━━━ PROVIDED MATERIAL ━━━
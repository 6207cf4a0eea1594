using ClubBench.Calculation.Quantities;
using ClubBench.Calculation.Tables;
using ClubBench.Planning.Figures;
using ClubBench.Planning.Plans;

namespace ClubBench.Planning.StageKinds.Supply;

/// <summary>A computed supply: what the rig draws, as an estimate, against the fuse, and what is left over the regulator.</summary>
internal sealed class SupplyModel : IStageModel
{
    private readonly SupplyStage _stage;
    private readonly Surroundings _surroundings;

    public SupplyModel(SupplyStage stage, Surroundings surroundings)
    {
        (_stage, _surroundings) = (stage, surroundings);
        BehindDiode = Voltage.FromVolt(surroundings.SupplyVoltage.Volt - stage.DiodeDrop.Volt);
        var transmitter = surroundings.WantedPower is { } p ? p.Watt / (stage.Efficiency * BehindDiode.Volt) : 0;
        Drawn = Current.FromAmpere(transmitter + stage.RestCurrent.Ampere);
        HeadroomVolt = stage.Regulated is { } v ? BehindDiode.Volt - v.Volt : null;
    }

    /// <summary>What the rig has after the polarity diode.</summary>
    public Voltage BehindDiode { get; }

    /// <summary>Key-down current, estimated.</summary>
    public Current Drawn { get; }

    /// <summary>Volts left over the regulator, either sign; null without one.</summary>
    public double? HeadroomVolt { get; }

    /// <summary>Fuse rating over the current drawn.</summary>
    public double FuseRatio => _stage.FuseRating / Drawn;

    public IReadOnlyList<Figure> Figures =>
    [
        .. _stage.Regulated is { } v ? [Figure.Stated("regulated-voltage", QuantityKind.Voltage, v.Volt)] : Array.Empty<Figure>(),
        Figure.Of("drawn-current", Drawn, CurrentWorking) with { Digits = 2 },
        Figure.Of("fuse-ratio", QuantityKind.Number, FuseRatio, FuseWorking) with { Digits = 2 },
        .. HeadroomVolt is { } h ? [Figure.Of("headroom", QuantityKind.Voltage, h, HeadroomWorking) with { Digits = 3 }] : Array.Empty<Figure>(),
    ];

    private Figure Supply => Figure.Stated("supply", QuantityKind.Voltage, _surroundings.SupplyVoltage.Volt);

    private Figure Drop => new("diode-drop", QuantityKind.Voltage, _stage.DiodeDrop.Volt, From: Provenance.Typical);

    private Working CurrentWorking => new(
        "supply-current",
        [
            .. _surroundings.WantedPower is { } p ? [Figure.Of("power", p)] : Array.Empty<Figure>(),
            new Figure("efficiency", QuantityKind.Ratio, _stage.Efficiency, From: Provenance.CommonPractice),
            Supply,
            Drop,
            new Figure("rest-current", QuantityKind.Current, _stage.RestCurrent.Ampere, From: Provenance.Typical),
        ],
        SourceRef.CommonPractice("estimate before anything is measured"));

    private Working FuseWorking => new("fuse-ratio", [Figure.Stated("fuse-rating", QuantityKind.Current, _stage.FuseRating.Ampere), Figure.Of("drawn-current", Drawn)], SourceRef.CommonPractice("fuses"));

    private Working HeadroomWorking => new("regulator-headroom", [Supply, Drop, Figure.Stated("regulated-voltage", QuantityKind.Voltage, _stage.Regulated?.Volt ?? 0)], SourceRef.Derived("difference of voltages"));
}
━━━
**TASK OBJECTIVE**:
Print each line of the data exactly. Keep all of it.

**SOLUTION TO THIS EXERCISE**:
repository 6207cf4a0eea1594
using ClubBench.Calculation.Quantities;
using ClubBench.Calculation.Tables;
using ClubBench.Planning.Figures;
using ClubBench.Planning.Plans;

namespace ClubBench.Planning.StageKinds.Supply;

/// <summary>A computed supply: what the rig draws, as an estimate, against the fuse, and what is left over the regulator.</summary>
internal sealed class SupplyModel : IStageModel
{
    private readonly SupplyStage _stage;
    private readonly Surroundings _surroundings;

    public SupplyModel(SupplyStage stage, Surroundings surroundings)
    {
        (_stage, _surroundings) = (stage, surroundings);
        BehindDiode = Voltage.FromVolt(surroundings.SupplyVoltage.Volt - stage.DiodeDrop.Volt);
        var transmitter = surroundings.WantedPower is { } p ? p.Watt / (stage.Efficiency * BehindDiode.Volt) : 0;
        Drawn = Current.FromAmpere(transmitter + stage.RestCurrent.Ampere);
        HeadroomVolt = stage.Regulated is { } v ? BehindDiode.Volt - v.Volt : null;
    }

    /// <summary>What the rig has after the polarity diode.</summary>
    public Voltage BehindDiode { get; }

    /// <summary>Key-down current, estimated.</summary>
    public Current Drawn { get; }

    /// <summary>Volts left over the regulator, either sign; null without one.</summary>
    public double? HeadroomVolt { get; }

    /// <summary>Fuse rating over the current drawn.</summary>
    public double FuseRatio => _stage.FuseRating / Drawn;

    public IReadOnlyList<Figure> Figures =>
    [
        .. _stage.Regulated is { } v ? [Figure.Stated("regulated-voltage", QuantityKind.Voltage, v.Volt)] : Array.Empty<Figure>(),
        Figure.Of("drawn-current", Drawn, CurrentWorking) with { Digits = 2 },
        Figure.Of("fuse-ratio", QuantityKind.Number, FuseRatio, FuseWorking) with { Digits = 2 },
        .. HeadroomVolt is { } h ? [Figure.Of("headroom", QuantityKind.Voltage, h, HeadroomWorking) with { Digits = 3 }] : Array.Empty<Figure>(),
    ];

    private Figure Supply => Figure.Stated("supply", QuantityKind.Voltage, _surroundings.SupplyVoltage.Volt);

    private Figure Drop => new("diode-drop", QuantityKind.Voltage, _stage.DiodeDrop.Volt, From: Provenance.Typical);

    private Working CurrentWorking => new(
        "supply-current",
        [
            .. _surroundings.WantedPower is { } p ? [Figure.Of("power", p)] : Array.Empty<Figure>(),
            new Figure("efficiency", QuantityKind.Ratio, _stage.Efficiency, From: Provenance.CommonPractice),
            Supply,
            Drop,
            new Figure("rest-current", QuantityKind.Current, _stage.RestCurrent.Ampere, From: Provenance.Typical),
        ],
        SourceRef.CommonPractice("estimate before anything is measured"));

    private Working FuseWorking => new("fuse-ratio", [Figure.Stated("fuse-rating", QuantityKind.Current, _stage.FuseRating.Ampere), Figure.Of("drawn-current", Drawn)], SourceRef.CommonPractice("fuses"));

    private Working HeadroomWorking => new("regulator-headroom", [Supply, Drop, Figure.Stated("regulated-voltage", QuantityKind.Voltage, _stage.Regulated?.Volt ?? 0)], SourceRef.Derived("difference of voltages"));
}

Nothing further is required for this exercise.